Scaling is the ability of a system to grow or shrink in size to meet the increasing user requirement. A scalable system has an advantage because it is adaptable to the changing needs or demands of its users. Scaling can be achieved either by adding more resources to the current system, or by adding new systems in the existing one, or by both.
When we are talking about System Design, we generally talk about two types of Scaling:
- Vertical Scaling
- Horizontal Scaling
In vertical scaling, we add more new resources to the same system i.e, increase the amount of RAM, CPU, GPU and other resources to meet the increased computing requirement. It is easy to accomplish. It also consumes less power.
But, Vertical Scaling does not make the system fault-tolerant, i.e if we are scaling application running with a single server and if that server goes down, our entire system will go down. Also, it is often limited to the capacity of a single machine i.e, scaling beyond that capacity of a machine often involves downtime.

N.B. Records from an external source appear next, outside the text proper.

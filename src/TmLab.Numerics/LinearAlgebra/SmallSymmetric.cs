using MathNet.Numerics.LinearAlgebra;

namespace TmLab.Numerics.LinearAlgebra;

/// <summary>Small dense symmetric systems, as normal equations of a few unknowns are.</summary>
public static class SmallSymmetric
{
    /// <summary>Solves A x = b for a positive-definite A.</summary>
    /// <exception cref="ArgumentException">A is not positive definite.</exception>
    public static double[] Solve(double[,] a, double[] b) =>
        Matrix<double>.Build.DenseOfArray(a).Cholesky().Solve(Vector<double>.Build.Dense(b)).ToArray();

    /// <summary>
    /// The information that remains on the first <paramref name="kept"/> unknowns when the others are free: the Schur complement
    /// A₁₁ − A₁₂ A₂₂⁻¹ A₂₁.
    /// </summary>
    /// <exception cref="ArgumentException">A₂₂ is not positive definite.</exception>
    public static double[,] Marginal(double[,] a, int kept)
    {
        Matrix<double> all = Matrix<double>.Build.DenseOfArray(a);
        int free = all.RowCount - kept;
        Matrix<double> cross = all.SubMatrix(0, kept, kept, free);
        Matrix<double> gain = all.SubMatrix(kept, free, kept, free).Cholesky().Solve(cross.Transpose());
        return (all.SubMatrix(0, kept, 0, kept) - (cross * gain)).ToArray();
    }

    /// <summary>x = L⁻ᵀ z with A = L Lᵀ: for independent standard normal z a draw from the normal distribution of covariance A⁻¹.</summary>
    /// <exception cref="ArgumentException">A is not positive definite.</exception>
    public static double[] Colour(double[,] a, double[] white) =>
        Matrix<double>.Build.DenseOfArray(a).Cholesky().Factor.Transpose().Solve(Vector<double>.Build.Dense(white)).ToArray();

    /// <summary>The inverse of a positive-definite A.</summary>
    /// <exception cref="ArgumentException">A is not positive definite.</exception>
    public static double[,] Inverse(double[,] a)
    {
        Matrix<double> all = Matrix<double>.Build.DenseOfArray(a);
        return all.Cholesky().Solve(Matrix<double>.Build.DenseIdentity(all.RowCount)).ToArray();
    }
}
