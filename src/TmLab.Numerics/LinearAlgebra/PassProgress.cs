namespace TmLab.Numerics.LinearAlgebra;

/// <summary>How far a pass over the rows of a matrix has come.</summary>
/// <param name="Activity">What the pass does, in a few words.</param>
/// <param name="RowsDone">Rows done.</param>
/// <param name="RowsTotal">Rows in all.</param>
public readonly record struct PassProgress(string Activity, long RowsDone, long RowsTotal);
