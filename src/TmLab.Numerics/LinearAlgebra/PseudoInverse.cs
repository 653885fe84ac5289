using System.Numerics;
using MathNet.Numerics.LinearAlgebra;
using MathNet.Numerics.LinearAlgebra.Complex;

namespace TmLab.Numerics.LinearAlgebra;

/// <summary>
/// The Moore–Penrose inverse B⁺ = (B†B)⁻¹ B† of a tall matrix, through the eigenvectors of its Gram matrix in double precision:
/// directions whose singular value lies below σ₁ / LargestCondition are left out, as they would only carry noise.
/// </summary>
public sealed class PseudoInverse
{
    /// <summary>Inverts B.</summary>
    /// <param name="elements">B, row-major, rows · columns finite numbers.</param>
    /// <param name="rows">K.</param>
    /// <param name="columns">N ≤ K.</param>
    /// <param name="largestCondition">Ratio of singular values beyond which directions are left out; at most 10⁷ (the Gram matrix squares it).</param>
    /// <exception cref="ArgumentException">The shape is wrong.</exception>
    public PseudoInverse(ReadOnlySpan<Complex> elements, int rows, int columns, double largestCondition)
    {
        Preconditions.InRange(columns, 1, rows);
        Preconditions.SameLength(elements.Length, (long)rows * columns);
        Preconditions.InRange(largestCondition, 1, 1e7);
        Matrix<Complex> b = DenseMatrix.OfColumnMajor(columns, rows, elements.ToArray()).Transpose();
        var eigen = b.ConjugateTransposeThisAndMultiply(b).Evd(Symmetricity.Hermitian);
        double[] values = [.. eigen.EigenValues.Select(v => Math.Max(v.Real, 0))];
        double largest = values.Max();
        Condition = Math.Sqrt(largest / values.Min());
        double floor = largest / (largestCondition * largestCondition);
        Matrix<Complex> scaled = eigen.EigenVectors.Clone();
        for (int j = 0; j < values.Length; j++)
        {
            scaled.SetColumn(j, scaled.Column(j) * (values[j] > floor ? 1 / values[j] : 0));
        }

        Elements = (scaled * eigen.EigenVectors.ConjugateTranspose() * b.ConjugateTranspose()).ToRowMajorArray();
    }

    /// <summary>B⁺, N × K, row-major.</summary>
    public Complex[] Elements { get; }

    /// <summary>Largest over smallest singular value of B; infinite when its columns are dependent.</summary>
    public double Condition { get; }
}
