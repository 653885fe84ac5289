using CsCheck;
using TmLab.Theory;
using Xunit;

namespace TmLab.Tests.Theory;

public sealed class MarchenkoPasturTests
{
    private static readonly Gen<double> s_ratios = Gen.Double[0.001, 8];

    [Fact]
    public void The_density_is_the_slope_of_the_distribution() => Gen.Select(s_ratios, Gen.Double[0.02, 0.98]).Sample((ratio, place) =>
    {
        var law = new MarchenkoPastur(ratio);
        double x = law.LowerEdge + (place * (law.UpperEdge - law.LowerEdge)), step = 1e-5 * Math.Min(x, law.UpperEdge - law.LowerEdge);
        double slope = (law.Cumulative(x + step) - law.Cumulative(x - step)) / (2 * step);

        // Central differences err by step² f″ and by rounding of F over the step.
        Assert.Equal(law.Density(x), slope, (1e-4 * law.Density(x)) + (1e-14 / step));
    });

    [Fact]
    public void Quantiles_invert_the_distribution() => Gen.Select(s_ratios, Gen.Double[1e-9, 1]).Sample((ratio, probability) =>
    {
        var law = new MarchenkoPastur(ratio);
        double x = law.Quantile(probability);
        if (probability <= law.AtomAtZero)
        {
            Assert.Equal(0, x);
            return;
        }

        // The error allowed in x is 1e-10; times the density.
        Assert.Equal(probability, law.Cumulative(x), 1e-13 + (1e-10 * Math.Max(1, law.Density(x))));
    });

    [Theory]
    [InlineData(0.02)]
    [InlineData(0.4)]
    [InlineData(0.999999)]
    [InlineData(1)]
    [InlineData(1.000001)]
    [InlineData(5)]
    public void Edges_quantiles_and_the_distribution_agree_at_the_ends(double ratio)
    {
        var law = new MarchenkoPastur(ratio);
        Assert.Equal(law.AtomAtZero > 0 ? 0 : law.LowerEdge, law.Quantile(0), 1e-10);
        Assert.Equal(law.UpperEdge, law.Quantile(1), 1e-10);
        Assert.Equal(0, law.Cumulative(-1e-9));
        Assert.Equal(1, law.Cumulative(law.UpperEdge));
        Assert.Equal(law.AtomAtZero, law.Cumulative(law.LowerEdge / 2), 1e-15);
        Assert.Equal(0, law.Density(law.LowerEdge));
        Assert.Equal(0, law.Density(law.UpperEdge + 1e-9));
    }

    [Fact]
    public void Moments_are_the_integrals_of_the_density() => s_ratios.Sample(ratio =>
    {
        var law = new MarchenkoPastur(ratio);
        for (int order = 1; order <= 4; order++)
        {
            Assert.Equal(law.Moment(order), Integral(law, x => Math.Pow(x, order)), 1e-6 * law.Moment(order));
        }

        Assert.Equal(Integral(law, Math.Sqrt), law.MeanSingularValue(), 1e-4);
    });

    [Theory]
    [InlineData(0)]
    [InlineData(-1)]
    [InlineData(double.NaN)]
    [InlineData(double.PositiveInfinity)]
    public void Ratios_out_of_range_are_refused(double ratio) =>
        Assert.Throws<ArgumentOutOfRangeException>(() => new MarchenkoPastur(ratio));

    [Fact]
    public void A_spectrum_at_the_quantiles_of_the_law_has_the_least_distance()
    {
        const int count = 200;
        var law = MarchenkoPastur.ForMatrix(1000, count);
        double[] values = [.. Enumerable.Range(0, count).Select(k => 7 * Math.Sqrt(law.Quantile((k + 0.5) / count)))];
        var found = SpectrumAgainstMarchenkoPastur.Compare(values, 1000, count);

        // Half a step, and a little for the normalisation by the mean of the sample.
        Assert.InRange(found.Distance, 0.5 / count, 0.6 / count);
        Assert.True(found.IsCompatible);
        Assert.Equal(7, found.Probability.Length);
        for (int k = 0; k < 7; k++)
        {
            Assert.Equal(found.PredictedQuantile[k], found.MeasuredQuantile[k], 0.01);
        }
    }

    [Fact]
    public void Another_spectrum_is_far_from_the_law()
    {
        double[] values = [.. Enumerable.Range(0, 200).Select(k => Math.Exp(-0.02 * k))];
        var found = SpectrumAgainstMarchenkoPastur.Compare(values, 200, 1000);
        Assert.False(found.IsCompatible);
        Assert.True(found.Distance > 0.1);
    }

    [Fact]
    public void Spectra_of_wrong_length_or_content_are_refused()
    {
        Assert.Throws<ArgumentException>(() => SpectrumAgainstMarchenkoPastur.Compare([1, 1], 3, 3));
        Assert.Throws<ArgumentException>(() => SpectrumAgainstMarchenkoPastur.Compare([0, 0], 2, 3));
        Assert.Throws<ArgumentException>(() => SpectrumAgainstMarchenkoPastur.Compare([1, double.NaN], 2, 3));
        Assert.Throws<ArgumentException>(() => SpectrumAgainstMarchenkoPastur.Compare([1, -1], 2, 3));
    }

    [Fact]
    public void Any_unit_gives_the_same_comparison()
    {
        double[] values = [3, 2, 1];
        double expected = SpectrumAgainstMarchenkoPastur.Compare(values, 3, 9).Distance;
        Assert.Equal(expected, SpectrumAgainstMarchenkoPastur.Compare([.. values.Select(v => v * 1e-200)], 3, 9).Distance, 1e-14);
        Assert.Equal(expected, SpectrumAgainstMarchenkoPastur.Compare([.. values.Select(v => v * 1e200)], 9, 3).Distance, 1e-14);
    }

    // ∫ g(x) f(x) dx with x = mid − half cos θ, in which the density's square roots are smooth.
    private static double Integral(MarchenkoPastur law, Func<double, double> function)
    {
        const int nodes = 20_000;
        double middle = (law.UpperEdge + law.LowerEdge) / 2, half = (law.UpperEdge - law.LowerEdge) / 2, sum = 0;
        for (int k = 1; k < nodes; k++)
        {
            double angle = Math.PI * k / nodes, x = middle - (half * Math.Cos(angle));
            sum += function(x) * law.Density(x) * half * Math.Sin(angle);
        }

        return sum * Math.PI / nodes;
    }
}
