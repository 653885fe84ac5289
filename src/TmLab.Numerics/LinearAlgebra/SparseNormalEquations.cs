namespace TmLab.Numerics.LinearAlgebra;

/// <summary>
/// A sparse symmetric positive-definite system A x = b, filled entry by entry, as normal equations are. Unknowns are renumbered
/// by the reverse Cuthill–McKee order (Cuthill &amp; McKee 1969; George &amp; Liu, Computer Solution of Large Sparse Positive Definite
/// Systems (1981), ch. 4), so that the factor is a narrow band whatever the order in which the caller numbers them.
/// </summary>
public sealed class SparseNormalEquations
{
    private readonly Dictionary<int, double>[] _rows;

    /// <summary>Starts with A = 0.</summary>
    /// <param name="size">Number of unknowns.</param>
    public SparseNormalEquations(int size)
    {
        Preconditions.InRange(size, 1, int.MaxValue);
        _rows = [.. Enumerable.Range(0, size).Select(_ => new Dictionary<int, double>(4))];
    }

    /// <summary>Number of unknowns.</summary>
    public int Size => _rows.Length;

    /// <summary>A[i, j] += value, and A[j, i] with it.</summary>
    public void Add(int i, int j, double value)
    {
        AddOne(i, j, value);
        if (i != j)
        {
            AddOne(j, i, value);
        }
    }

    /// <summary>Factors A.</summary>
    /// <exception cref="LinearAlgebraException">A is not positive definite.</exception>
    public BandedCholesky Factor()
    {
        int[] order = ReverseCuthillMcKee();
        var place = new int[Size];
        for (int k = 0; k < Size; k++)
        {
            place[order[k]] = k;
        }

        int width = 0;
        for (int i = 0; i < Size; i++)
        {
            foreach (int j in _rows[i].Keys)
            {
                width = Math.Max(width, Math.Abs(place[i] - place[j]));
            }
        }

        var factor = new BandedCholesky(place, width);
        for (int i = 0; i < Size; i++)
        {
            foreach ((int j, double value) in _rows[i])
            {
                factor.Set(place[i], place[j], value);
            }
        }

        factor.Decompose();
        return factor;
    }

    private void AddOne(int i, int j, double value)
    {
        _rows[i].TryGetValue(j, out double sum);
        _rows[i][j] = sum + value;
    }

    private int[] ReverseCuthillMcKee()
    {
        var order = new List<int>(Size);
        var seen = new bool[Size];
        foreach (int start in Enumerable.Range(0, Size).OrderBy(i => _rows[i].Count))
        {
            if (!seen[start])
            {
                Spread(Peripheral(start), seen, order);
            }
        }

        order.Reverse();
        return [.. order];
    }

    // The end of a longest breadth-first search is a good place to start: twice is enough.
    private int Peripheral(int start)
    {
        for (int round = 0; round < 2; round++)
        {
            var visited = new List<int>();
            Spread(start, new bool[Size], visited);
            start = visited[^1];
        }

        return start;
    }

    private void Spread(int start, bool[] seen, List<int> order)
    {
        int next = order.Count;
        seen[start] = true;
        order.Add(start);
        for (; next < order.Count; next++)
        {
            foreach (int neighbour in _rows[order[next]].Keys.Where(j => !seen[j]).OrderBy(j => _rows[j].Count).ThenBy(j => j).ToArray())
            {
                seen[neighbour] = true;
                order.Add(neighbour);
            }
        }
    }
}
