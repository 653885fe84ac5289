using TmLab.Numerics.LinearAlgebra.Managed;
using TmLab.Numerics.LinearAlgebra.Native;

namespace TmLab.Numerics.LinearAlgebra;

/// <summary>Finds an engine. A native library is loaded and tested at each call; keep the engine that was found.</summary>
public static class LinearAlgebraEngines
{
    /// <summary>The environment variable that names a LAPACK library file to try first.</summary>
    public const string LibraryVariable = "TMLAB_LAPACK";

    /// <summary>Chooses an engine; the library named by <see cref="LibraryVariable"/>, if any, comes first.</summary>
    public static EngineSelection Choose(EngineChoice choice) =>
        Choose(choice, Environment.GetEnvironmentVariable(LibraryVariable));

    /// <summary>Chooses an engine.</summary>
    /// <param name="choice">What is asked for.</param>
    /// <param name="libraryFile">
    /// A library to use in place of the system's: when it does not work, no other one is tried, so that nobody computes with
    /// another library than the one named. Null or empty: the usual names are tried in order.
    /// </param>
    public static EngineSelection Choose(EngineChoice choice, string? libraryFile)
    {
        if (choice == EngineChoice.Managed)
        {
            return new EngineSelection(new ManagedEngine(), null);
        }

        NativeLibrarySearch search = NativeLibrarySearch.Run(libraryFile);
        if (search.Functions is not null)
        {
            return new EngineSelection(new NativeEngine(search.Functions), null);
        }

        return choice == EngineChoice.Native
            ? new EngineSelection(null, $"no usable LAPACK library: {search.Trouble}")
            : new EngineSelection(new ManagedEngine(), $"using the managed engine, no usable LAPACK library: {search.Trouble}");
    }
}
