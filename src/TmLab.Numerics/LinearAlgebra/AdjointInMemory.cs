using TmLab.Numerics.Matrices;

namespace TmLab.Numerics.LinearAlgebra;

/// <summary>
/// The conjugate transpose of a wide matrix, held in memory, so that the routines for tall ones serve it: for rows ≪ columns it
/// is small beside what a measurement of those columns took.
/// </summary>
internal sealed class AdjointInMemory : IRowBlockReader, IDisposable
{
    private readonly ComplexMatrix _adjoint;

    public AdjointInMemory(IRowBlockReader wide, SpectrumOptions options)
    {
        _adjoint = new ComplexMatrix(wide.ColumnCount, wide.RowCount);
        using var stream = new TileStream(wide, options);
        stream.Pass("reading rows", Turn, null, CancellationToken.None);
    }

    public int RowCount => _adjoint.Rows;

    public int ColumnCount => _adjoint.Columns;

    public void ReadRows(int firstRow, int rowCount, Span<Complex64> destination) =>
        _adjoint.RowBlock(firstRow, rowCount).CopyTo(destination);

    public void Dispose() => _adjoint.Dispose();

    private void Turn(NativeBuffer<Complex64> tile, int first, int rows)
    {
        int columns = _adjoint.Rows;
        Parallel.For(0, columns, column =>
        {
            Span<Complex64> to = _adjoint.Row(column).Slice(first, rows);
            for (int row = 0; row < rows; row++)
            {
                Complex64 value = tile.Slice(((long)row * columns) + column, 1)[0];
                to[row] = new Complex64(value.r, -value.i);
            }
        });
    }
}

In Horizontal Scaling, we scale by adding more systems into the existing pool of systems. Since all server works independently and is equally capable of handling the request, hence this will eventually decrease the load of requests on each server and also make the entire system fault-tolerant i.e, even if one server goes down other systems will handle the upcoming request.
Also, there is no limit, we can add as many new servers as we want.
It is hard to implement as it requires all of the systems to be synchronized with each other also, we need to use a load balancer to distribute the load equally among all systems, which is an additional overhead.